The already mentioned IDEs Eclipse (using JDT [
Firstly, we provide a definition of the quick fix, that is already part of many
modern IDEs such as Eclipse [
Considering the architecture, we show that profound changes to the parser and UI were necessary to realize the implementation. We introduce an extensible architecture using Java exceptions with inheritance as triggers and the opportunity to incorporate arbitrary suggestion mechanisms.
The evolutionary concept behind the feature has been explained in detail in Section 4. Each step incrementally increased the usability of our IDE by providing automation of reoccurring tasks while also requiring precise specifications. Thus, we achieved an automation and support of most of the activities in the quick fix process.
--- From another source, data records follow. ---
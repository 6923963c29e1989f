import { afterAll, beforeAll, describe, expect, it } from "vitest";
import type { ProblemCode } from "../../src/problem/index.ts";
import { defaultLeapSeconds, scales } from "../../src/time/index.ts";
import { documentAllows, holdGoodAnswer, holdProblem } from "../support/contract.ts";
import type { Body } from "../support/requests.ts";
import { post, type Service, send, startService } from "../support/service.ts";

/**
 * POST /v1/time-conversions. Numbers: rows T01 to T21 and C01 to C13 of test/published, and the sources beside the checks.
 * The mission is invented.
 */

const path = "/v1/time-conversions";
let service: Service;
beforeAll(async () => {
  service = await startService();
});
afterAll(() => service.close());

const cuc = { format: "CUC", coarseOctets: 4, fineOctets: 2, pField: true };
const cds = { format: "CDS", dayOctets: 2, subMillisecondOctets: 0, pField: true };
const ccs = { format: "CCS", variant: "month-day", subsecondOctets: 1, pField: true };
const moment = "2006-01-15T21:24:37.5Z";

const convert = async (body: Body): Promise<Body> =>
  holdGoodAnswer(path, body, await post(service.address, path, body));
const single = async (value: Body, target: Body): Promise<string> => {
  const [{ values }] = (await convert({ values: [value], to: [target] })).results;
  return values[0].at ?? values[0].timeCode;
};
const notices = (answer: Body): string[] => answer.notices.map(({ code }: Body) => code);

describe("scales", () => {
  it("one instant in all of them, in the order asked for", async () => {
    const answer = await convert({ values: [moment], to: scales });
    const [{ input, values, flags }] = answer.results;
    expect(input).toBe(moment);
    expect(flags).toEqual([]);
    expect(values.map(({ scale }: Body) => scale)).toEqual(scales);
    const by = Object.fromEntries(values.map(({ scale, at }: Body) => [scale, at]));
    // SOFA Time Scale and Calendar Tools, "Examples": TAI, TT, TCG; the others by their rules.
    expect(by).toMatchObject({
      UTC: "2006-01-15T21:24:37.500000000000Z",
      TAI: "2006-01-15T21:25:10.500000000000",
      TT: "2006-01-15T21:25:42.684000000000",
      GPS: "2006-01-15T21:24:51.500000000000",
      GST: "2006-01-15T21:24:51.500000000000",
      BDT: "2006-01-15T21:24:37.500000000000",
      GLONASS: "2006-01-16T00:24:37.500000000000",
    });
    expect(by.TCG).toMatch(/^2006-01-15T21:25:43\.322690/);
    expect(by.TDB).toMatch(/^2006-01-15T21:25:42\.68437/);
    expect(by.TCB).toMatch(/^2006-01-15T21:25:56\.89395/);
  });

  it.each(scales)("%s and back to UTC is the same picosecond, from the form in which it was given", async (scale) => {
    const text = "2031-07-08T09:10:11.123456789012Z";
    const at = await single(text, scale);
    expect(await single({ at, scale }, "UTC")).toBe(text);
    if (scale === "UTC") expect(await single(at, "UTC")).toBe(text);
  });

  it("day of year, calendar date and scale come to the same", async () => {
    const values = ["2026-060T00:00:00Z", "2026-03-01T00:00:00Z", { at: "2026-060T00:00:37", scale: "TAI" }];
    const { results } = await convert({ values, to: ["TT"] });
    for (const { values: out } of results) expect(out[0].at).toBe("2026-03-01T00:01:09.184000000000");
  });

  it("a leap second is flagged, and is 02:59:60 in GLONASS time (GLONASS ICD 5.1, from memory)", async () => {
    const answer = await convert({
      values: ["2016-12-31T23:59:60.5Z", "2017-01-01T00:00:00Z"],
      to: ["GLONASS", "TAI"],
    });
    expect(answer.results.map(({ flags }: Body) => flags)).toEqual([["leap-second"], []]);
    expect(answer.results[0].values[0].at).toBe("2017-01-01T02:59:60.500000000000");
    expect(answer.results[0].values[1].at).toBe("2017-01-01T00:00:36.500000000000");
  });
});

describe("time codes (CCSDS 301.0-B-4)", () => {
  it.each([
    [cuc, "1e5a5d1c368000", 0],
    [{ ...cuc, coarseOctets: 5, fineOctets: 4 }, "9f24005a5d1c3680000000", 0],
    [{ ...cuc, fineOctets: 3, epoch: "1980-01-06T00:00:00Z" }, "2f30f58023800000", 0],
    [{ format: "CUC", coarseOctets: 4, fineOctets: 0 }, "5a5d1c36", 500_000_000_000],
    [cds, "40448a04981bfc", 0],
    [{ ...cds, epoch: "2000-01-01T00:00:00Z", dayOctets: 3 }, "4c00089e04981bfc", 0],
    [ccs, "512006011521243750", 0],
    [{ format: "CCS", variant: "day-of-year", subsecondOctets: 0, pField: true }, "5820060015212437", 500_000_000_000],
    [{ format: "ASCII-A", digits: 1 }, "2006-01-15T21:24:37.5Z", 0],
    [{ format: "ASCII-B", digits: 0, terminator: false }, "2006-015T21:24:37", 500_000_000_000],
    [{ format: "ASCII-B" }, "2006-015T21:24:37.500000000000Z", 0],
  ])("%j writes %s, losing %i ps, and reads it", async (format, timeCode, lostPs) => {
    const { results } = await convert({ values: [moment, { timeCode, format }], to: [format, "UTC"] });
    expect(results[0].values[0]).toEqual({ format, timeCode, lostPs });
    expect(results[1].values[0]).toEqual({ format, timeCode, lostPs: 0 });
    const shown = lostPs === 0 ? "2006-01-15T21:24:37.500000000000Z" : "2006-01-15T21:24:37.000000000000Z";
    expect(results[1].values[1].at).toBe(shown);
  });

  it("one code to another, upper case in, lower case out", async () => {
    expect(await single({ timeCode: "1E5A5D1C368000", format: cuc }, cds)).toBe("40448a04981bfc");
    expect(await single({ timeCode: "40448A04981BFC", format: cds }, cuc)).toBe("1e5a5d1c368000");
  });
});

describe("notices and evidence", () => {
  it("says what the answer rests on: leap-second table with expiry, constants, version, digest", async () => {
    const { evidence, notices: none } = await convert({ values: [moment], to: ["TAI"] });
    expect(none).toEqual([]);
    expect(evidence.leapSeconds.source).toBe(defaultLeapSeconds.source);
    expect(evidence.leapSeconds.expires).toMatch(/^\d{4}-\d\d-\d\dT00:00:00\.000000000000Z$/);
    // IAU 2000 Resolution B1.9; IAU 2006 Resolution B3.
    expect(evidence.constants).toEqual({ lG: 6.969290134e-10, lB: 1.550519768e-8, tdb0: -6.55e-5 });
    expect(evidence.inputsSha256).toMatch(/^[0-9a-f]{64}$/);
  });

  it("realised scales are named, wherever they stand; TDB and TCB are limited by their model", async () => {
    const given = await convert({ values: [{ at: "2026-03-01T00:00:00", scale: "BDT" }], to: ["UTC"] });
    expect(notices(given)).toEqual(["realised-scale"]);
    expect(given.notices[0].text).toMatch(/BeiDou/);
    expect(given.notices[0].text).not.toMatch(/GPS/);
    const asked = await convert({ values: [moment], to: ["GPS", "GST", "BDT", "GLONASS", "TCB"] });
    expect(notices(asked)).toEqual(["realised-scale", "model-limited"]);
    for (const word of ["GPS", "Galileo", "BeiDou", "GLONASS"]) expect(asked.notices[0].text).toContain(word);
    expect(notices(await convert({ values: [{ at: "2026-03-01T00:00:00", scale: "TDB" }], to: ["TT"] }))).toEqual([
      "model-limited",
    ]);
  });

  it("instants at and after the expiry of the leap-second table are flagged and counted", async () => {
    const { evidence } = await convert({ values: [moment], to: ["TAI"] });
    const { expires } = evidence.leapSeconds;
    const before = new Date(Date.parse(expires) - 1).toISOString();
    const answer = await convert({ values: [before, expires, "2100-12-31T23:59:59.999999999999Z"], to: ["TAI"] });
    expect(answer.results.map(({ flags }: Body) => flags)).toEqual([
      [],
      ["leap-table-expired"],
      ["leap-table-expired"],
    ]);
    expect(notices(answer)).toEqual(["leap-table-expired"]);
    expect(answer.notices[0].text).toContain("2 of 3");
  });

  it("takes 10 000 values", async () => {
    const values = Array.from({ length: 10_000 }, (_, i) => new Date(Date.UTC(2000, 0, 1) + i * 3e7).toISOString());
    const { results } = await convert({ values, to: ["TDB", cuc] });
    expect(results).toHaveLength(10_000);
    expect(results.map(({ input }: Body) => input)).toEqual(values);
  });
});

interface Case {
  readonly name: string;
  readonly body: Body;
  readonly code: ProblemCode;
  readonly pointer: string;
  readonly hint: RegExp;
}

const value = (name: string, given: Body, code: ProblemCode, pointer: string, hint: RegExp): Case => ({
  name,
  body: { values: [moment, given], to: ["TAI"] },
  code,
  pointer: `/values/1${pointer}`,
  hint,
});
const coded = (name: string, timeCode: string, format: Body, hint: RegExp, pointer = "/timeCode"): Case =>
  value(name, { timeCode, format }, "invalid-time-code", pointer, hint);
const target = (
  name: string,
  given: Body,
  pointer: string,
  hint: RegExp,
  code: ProblemCode = "invalid-request",
): Case => ({
  name,
  body: { values: [moment], to: ["TAI", given] },
  code,
  pointer: `/to/1${pointer}`,
  hint,
});
const whole = (name: string, body: Body, pointer: string, hint: RegExp): Case => ({
  name,
  body,
  code: "invalid-request",
  pointer,
  hint,
});

const wrong: readonly Case[] = [
  whole("no values", { to: ["TAI"] }, "/values", /missing/),
  whole("an empty list of values", { values: [], to: ["TAI"] }, "/values", /at least 1/),
  whole("10 001 values", { values: Array(10_001).fill(moment), to: ["TAI"] }, "/values", /10000/),
  whole("no targets", { values: [moment] }, "/to", /missing/),
  whole("an empty list of targets", { values: [moment], to: [] }, "/to", /at least 1/),
  whole("21 targets", { values: [moment], to: Array(21).fill("TAI") }, "/to", /20/),
  whole("one target, not in a list", { values: [moment], to: "TAI" }, "/to", /array/),
  whole("a field too many", { values: [moment], to: ["TAI"], from: "UTC" }, "/from", /no such field/),
  whole("a list", [], "", /object/),
  value("a number", 1_141_171_237, "invalid-request", "", /instant .* or a time code/),
  value("null", null, "invalid-request", "", /instant .* or a time code/),
  value("an empty object", {}, "invalid-request", "", /instant .* or a time code/),
  value("an unknown scale", { at: "2026-03-01T00:00:00", scale: "CET" }, "invalid-request", "/scale", /GLONASS/),
  value("a scale and no time", { scale: "TAI" }, "invalid-request", "/at", /missing/),
  value("a time and no scale", { at: "2026-03-01T00:00:00" }, "invalid-request", "/scale", /missing/),
  value("a code without a format", { timeCode: "00" }, "invalid-request", "/format", /missing/),
  value("a format without a code", { format: cuc }, "invalid-request", "/timeCode", /missing/),
  value("an empty code", { timeCode: "", format: cuc }, "invalid-request", "/timeCode", /at least 1/),
  value("a code as a number", { timeCode: 5, format: cuc }, "invalid-request", "/timeCode", /text/),
  value(
    "an unknown format",
    { timeCode: "00", format: { format: "CUD" } },
    "invalid-request",
    "/format/format",
    /"CUC"/,
  ),
  value(
    "eight octets",
    { timeCode: "00", format: { ...cuc, coarseOctets: 8 } },
    "invalid-request",
    "/format/coarseOctets",
    /7/,
  ),
  value("a local time", "2026-03-01T00:00:00+01:00", "invalid-instant", "", /UTC, ending in Z/),
  value("no Z", "2026-03-01T00:00:00", "invalid-instant", "", /Z at the end/),
  value("a leap second that never was", "2025-12-31T23:59:60Z", "invalid-instant", "", /no leap second/),
  value("a leap second in TDB", { at: "2016-12-31T23:59:60", scale: "TDB" }, "invalid-instant", "/at", /TDB has no/),
  value(
    "UTC's leap second in GLONASS time",
    { at: "2016-12-31T23:59:60", scale: "GLONASS" },
    "invalid-instant",
    "/at",
    /02:59:60/,
  ),
  value("Z in TCB", { at: "2026-03-01T00:00:00Z", scale: "TCB" }, "invalid-instant", "/at", /no Z/),
  value("1971", { at: "1971-03-01T00:00:00", scale: "TCG" }, "instant-out-of-range", "/at", /1972/),
  value("2101", { at: "2101-03-01T00:00:00", scale: "GST" }, "instant-out-of-range", "/at", /2100/),
  value(
    "a code of 1960",
    { timeCode: "1960010100000000", format: { ...ccs, pField: false } },
    "instant-out-of-range",
    "/timeCode",
    /1972/,
  ),
  coded("0x in front", "0x1e5a5d1c368000", cuc, /0x/),
  coded("blanks", "1e 5a5d1c36 8000", cuc, /blanks/),
  coded("no hexadecimal", "1e5a5d1c36800g", cuc, /"g"/),
  coded("half an octet", "1e5a5d1c36800", cuc, /odd/),
  coded("an octet too many", "1e5a5d1c36800000", cuc, /8 octets .* takes 7/),
  coded("a P-field of other octets", "1f5a5d1c368000", cuc, /4 coarse and 3 fine/),
  coded("a P-field of level 2 without an epoch", "2e5a5d1c368000", cuc, /agency's own epoch/),
  coded("a P-field of level 1 with an epoch", "1e5a5d1c368000", { ...cuc, epoch: "1980-01-06T00:00:00Z" }, /1958/),
  coded("milliseconds beyond the day", "40448a05265c00", cds, /86399999/),
  coded("a digit over nine", "51200601152124375a", ccs, /5a/),
  coded("31 June", "512006063121243750", ccs, /1 to 30/),
  coded("code A where B is said", "2006-01-15T21:24:37.5Z", { format: "ASCII-B" }, /ASCII-B/),
  value(
    "an unreadable epoch",
    { timeCode: "00000000", format: { format: "CUC", coarseOctets: 4, fineOctets: 0, epoch: "1980" } },
    "invalid-instant",
    "/format/epoch",
    /ISO 8601/,
  ),
  coded(
    "a CDS epoch at noon",
    "000000000000",
    { format: "CDS", dayOctets: 2, subMillisecondOctets: 0, epoch: "2000-01-01T12:00:00Z" },
    /midnight/,
    "/format/epoch",
  ),
  target("an unknown scale", "UT1", "", /time scale/),
  target("a scale in lower case", "tai", "", /time scale/),
  target("a format by its name alone", "CUC", "", /time scale .* or a time code/),
  target("half a format", { format: "CUC", coarseOctets: 4 }, "/fineOctets", /missing/),
  target("four octets of days", { ...cds, dayOctets: 4 }, "/dayOctets", /2 or 3/),
  target("one octet below the millisecond", { ...cds, subMillisecondOctets: 1 }, "/subMillisecondOctets", /0, 2 or 4/),
  target("thirteen digits", { format: "ASCII-A", digits: 13 }, "/digits", /12/),
  target("an epoch for CCS", { ...ccs, epoch: moment }, "/epoch", /no such field/),
  target("an epoch before 1972", { ...cuc, epoch: "1970-01-01T00:00:00Z" }, "/epoch", /1972/, "instant-out-of-range"),
  {
    name: "an instant before the epoch of the code asked for",
    body: { values: [moment], to: [{ ...cuc, epoch: "2020-01-01T00:00:00Z" }] },
    code: "invalid-time-code",
    pointer: "/values/0",
    hint: /cannot show 2006-01-15T21:25:10/,
  },
];

describe("a bad request is refused whole, with a pointer and a sentence that helps (RFC 9457, RFC 6901)", () => {
  it.each(wrong)("$name", async ({ body, code, pointer, hint }) => {
    const response = await post(service.address, path, body);
    const problem = holdProblem("POST", path, response, code);
    const fault = problem.faults?.find((one) => one.pointer === pointer);
    expect(fault, JSON.stringify(problem.faults)).toBeDefined();
    expect(`${problem.detail} ${fault!.expected}`).toMatch(hint);
    if (code === "invalid-request") expect(documentAllows(path, body)).toBe(false);
  });

  it("every bad value is pointed to, up to a hundred", async () => {
    const values = Array.from({ length: 150 }, (_, i) => (i % 2 === 0 ? moment : { timeCode: "zz", format: cuc }));
    const problem = holdProblem(
      "POST",
      path,
      await post(service.address, path, { values, to: ["TAI"] }),
      "invalid-time-code",
    );
    expect(problem.faults).toHaveLength(75);
    expect(problem.faults![1]!.pointer).toBe("/values/3/timeCode");
    const many = { values: Array(300).fill("yesterday"), to: ["TAI"] };
    expect(holdProblem("POST", path, await post(service.address, path, many), "invalid-instant").faults).toHaveLength(
      100,
    );
  });

  it("GET is not how it is asked", async () => {
    const response = await send(service.address, path, undefined, { method: "GET" });
    holdProblem("GET", path, response, "method-not-allowed");
    expect(response.headers.allow).toContain("POST");
  });
});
In addition to that, using the quick fix as an auto-complete feature changes the development workflow by also providing a quick overview over the used API as discussed in Subsection 5.3. Thus, the quick fix not only accelerates the development process but also streamlines it in a way, that makes use of more integrated features in the Renew environment. 8
Currently, the triggers for the quick fix mechanism are based on syntax errors found by the net parser (see Table 1). Many common compilers differentiate between syntax errors and warnings, which for example indicate possible runtime errors. These warnings can also be treated using the quick fix analogously to errors while also indicating a lower severity.
Moreover, the extensible architecture allows us to define arbitrary triggers and corresponding suggestion mechanisms. Hence, the quick fix can support achieving not only a correct syntax but also arbitrary properties of the software system. For example, if the property of a cycle-free net is required, a detection algorithm can serve as a trigger for the quick fix while providing possible changes to break the cycle as suggestions.
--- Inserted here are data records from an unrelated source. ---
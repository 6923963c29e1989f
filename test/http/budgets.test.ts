import { afterAll, beforeAll, describe, expect, it } from "vitest";
import type { BudgetResponse } from "../../src/wire/index.ts";
import { holdGoodAnswer, holdProblem } from "../support/contract.ts";
import { altered, type Body, circleTable, epoch, flight, highOrbit, lowOrbit, mountain } from "../support/requests.ts";
import { post, type Service, startService } from "../support/service.ts";

const path = "/v1/drift-budgets";
const day = 86_400;

let service: Service;
beforeAll(async () => {
  service = await startService();
});
afterAll(() => service.close());

async function budget(body: Body): Promise<BudgetResponse> {
  const response = await post(service.address, path, body);
  return holdGoodAnswer(path, body, response) as BudgetResponse;
}

const gpsLike = { ...lowOrbit(), positionKm: [26_561.4, 0, 0], velocityKmPerS: [0, 2.222, 3.1735] };
const eccentric = { ...lowOrbit(), positionKm: [7378.137, 0, 0], velocityKmPerS: [0, 4.3414, 8.6696] };

describe("a drift budget", () => {
  it.each([
    ["low", lowOrbit(), 5 * day, "argument of latitude"],
    ["12 h", gpsLike, 10 * day, "argument of latitude"],
    ["24 h", highOrbit(), 10 * day, "argument of latitude"],
    ["e = 0.74", eccentric, 10 * day, "perigee"],
  ] as const)(
    "%s: the closed form stands beside the integral, to 0.5 ns a day",
    async (_, trajectory, horizonS, countedBy) => {
      const answer = await budget({ trajectory, horizonS });
      const { orbit, closedForm, total, terms, meanOverS } = answer;
      expect(orbit?.countedBy).toBe(countedBy);
      expect(meanOverS).toBeLessThanOrEqual(horizonS);
      expect(meanOverS).toBeGreaterThan(horizonS - orbit!.periodS - 1);
      expect(meanOverS / orbit!.periodS).toBeCloseTo(orbit!.revolutions, 9);
      // First order in J2: 0.2 to 1 ns a day in low orbits (physics of the secular form).
      expect(Math.abs(closedForm!.differenceNs / meanOverS) * day).toBeLessThan(0.5);
      expect(terms.reduce((sum, { meanRate }) => sum + meanRate, 0)).toBeCloseTo(total.meanRate, 20);
      expect(total.perDayUs).toBeCloseTo(total.meanRate * day * 1e6, 12);
      expect(total.perOrbitNs).toBeCloseTo(total.meanRate * orbit!.periodS * 1e9, 9);
    },
  );

  it("of a navigation-type orbit is near 38.6 microseconds a day (IS-GPS-200: 4.4647e-10)", async () => {
    const { total, frequencyPreset } = await budget({
      trajectory: gpsLike,
      horizonS: 10 * day,
      clock: {
        counter: { ticksPerSecond: 1000 },
        anchor: { reading: 0, at: epoch },
        oscillator: { nominalHz: 10.23e6 },
      },
    });
    expect(total.perDayUs).toBeCloseTo(38.57, 1);
    // The interface specification sets 10.229 999 995 4326 MHz for a = 26 561.4 km exactly.
    expect(frequencyPreset.setHz).toBeCloseTo(10_229_999.9954326, 6);
    expect(frequencyPreset.hz).toBeCloseTo(-0.0045674, 6);
  });

  it("shows the eccentricity's wave twice its amplitude from peak to peak", async () => {
    const { total, closedForm } = await budget({ trajectory: eccentric, horizonS: 2 * day });
    expect(total.peakToPeakNs / (2 * closedForm!.eccentricityAmplitudeNs)).toBeCloseTo(1, 2);
  });

  it.each([
    ["a clock on the ground", { trajectory: mountain(), horizonS: day, from: epoch }, /no orbit/],
    ["a clock that is carried", { trajectory: flight(), horizonS: 3600 }, /no orbit/],
    ["an escape", { trajectory: { ...lowOrbit(), velocityKmPerS: [0, 11.5, 0] }, horizonS: 3600 }, /escape/],
    ["less than one revolution", { trajectory: highOrbit(), horizonS: 3600 }, /shorter than one revolution/],
  ])("without an orbit runs from end to end and says why: %s", async (_, body, why) => {
    const answer = await budget(body);
    expect(answer.orbit).toBeNull();
    expect(answer.closedForm).toBeNull();
    expect(answer.total.perOrbitNs).toBeNull();
    expect(answer.withoutOrbit).toMatch(why);
    expect(answer.meanOverS).toBeCloseTo(body.horizonS, 6);
  });

  it("along a table of states, with chosen terms and a series of the asked length", async () => {
    const body = {
      trajectory: circleTable(200, 60, true),
      horizonS: 199 * 60,
      terms: ["velocity", "earth-monopole"],
      seriesPoints: 50,
    };
    const { terms, series } = await budget(body);
    expect(terms.map(({ term }) => term)).toEqual(["velocity", "earth-monopole"]);
    expect(series).toHaveLength(50);
    expect(series[0]).toEqual({ atS: 0, accumulatedNs: 0, periodicNs: 0 });
    expect(series[49]!.atS).toBeCloseTo(199 * 60, 6);
  });
});

const good = { trajectory: lowOrbit(), horizonS: day };
const bad: readonly (readonly [string, Body, string, Parameters<typeof holdProblem>[3], RegExp])[] = [
  ["no horizon", altered(good, "/horizonS", undefined), "/horizonS", "invalid-request", /missing/],
  ["a horizon of nothing", altered(good, "/horizonS", 0), "/horizonS", "invalid-request", /more than 0/],
  ["a horizon backwards", altered(good, "/horizonS", -5), "/horizonS", "invalid-request", /more than 0/],
  ["a horizon over 20 years", altered(good, "/horizonS", 21 * 366 * day), "/horizonS", "horizon-too-long", /20 years/],
  ["a horizon past the span", altered(good, "/horizonS", 500 * day), "/horizonS", "outside-span", /2027-04-05/],
  ["a start before the span", { ...good, from: "2020-01-01T00:00:00Z" }, "/from", "outside-span", /2025-01-25/],
  ["an unreadable start", { ...good, from: "tomorrow" }, "/from", "invalid-instant", /ISO 8601/],
  [
    "a clock on the ground without a start",
    { trajectory: mountain(), horizonS: day },
    "/from",
    "invalid-request",
    /no epoch/,
  ],
  ["too long a series", { ...good, seriesPoints: 2001 }, "/seriesPoints", "invalid-request", /at most 2000/],
  ["no trajectory", altered(good, "/trajectory", undefined), "/trajectory", "invalid-request", /missing/],
  ["an unknown field", { ...good, toleranceNs: 5 }, "/toleranceNs", "invalid-request", /no such field/],
  [
    "a state inside the Earth",
    altered(good, "/trajectory/positionKm", [10, 0, 0]),
    "/trajectory/positionKm",
    "impossible-state",
    /inside the Earth/,
  ],
  ["terms of nothing", { ...good, terms: [] }, "/terms", "invalid-request", /at least 1/],
];

describe("a budget that cannot be", () => {
  it.each(bad)("%s", async (_, body, pointer, code, hint) => {
    const problem = holdProblem("POST", path, await post(service.address, path, body), code);
    expect(problem.faults?.[0]?.pointer).toBe(pointer);
    expect(`${problem.detail} ${problem.faults?.[0]?.expected}`).toMatch(hint);
  });
});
Furthermore, the intent of “abusing” the quick fix suggestions as a quick overview over an API can be supported by extending the overview with additional documentation content. More precisely, a method suggestion can be extended by providing the corresponding Javadoc.
The current implementation provides quick fixes only for Java related problems. Since the used inscription language also contains Reference net specific syntax it should also be possible to provide fixes for respective errors. The parser is already capable of detecting erroneous syntax, but many problems can first be discovered during runtime. For example, the unifiability of a synchronous channel may fail as a result of a wrong channel name entered by the developer. Extending the quick fix for these kind of errors requires a different architecture and mechanism of error detection.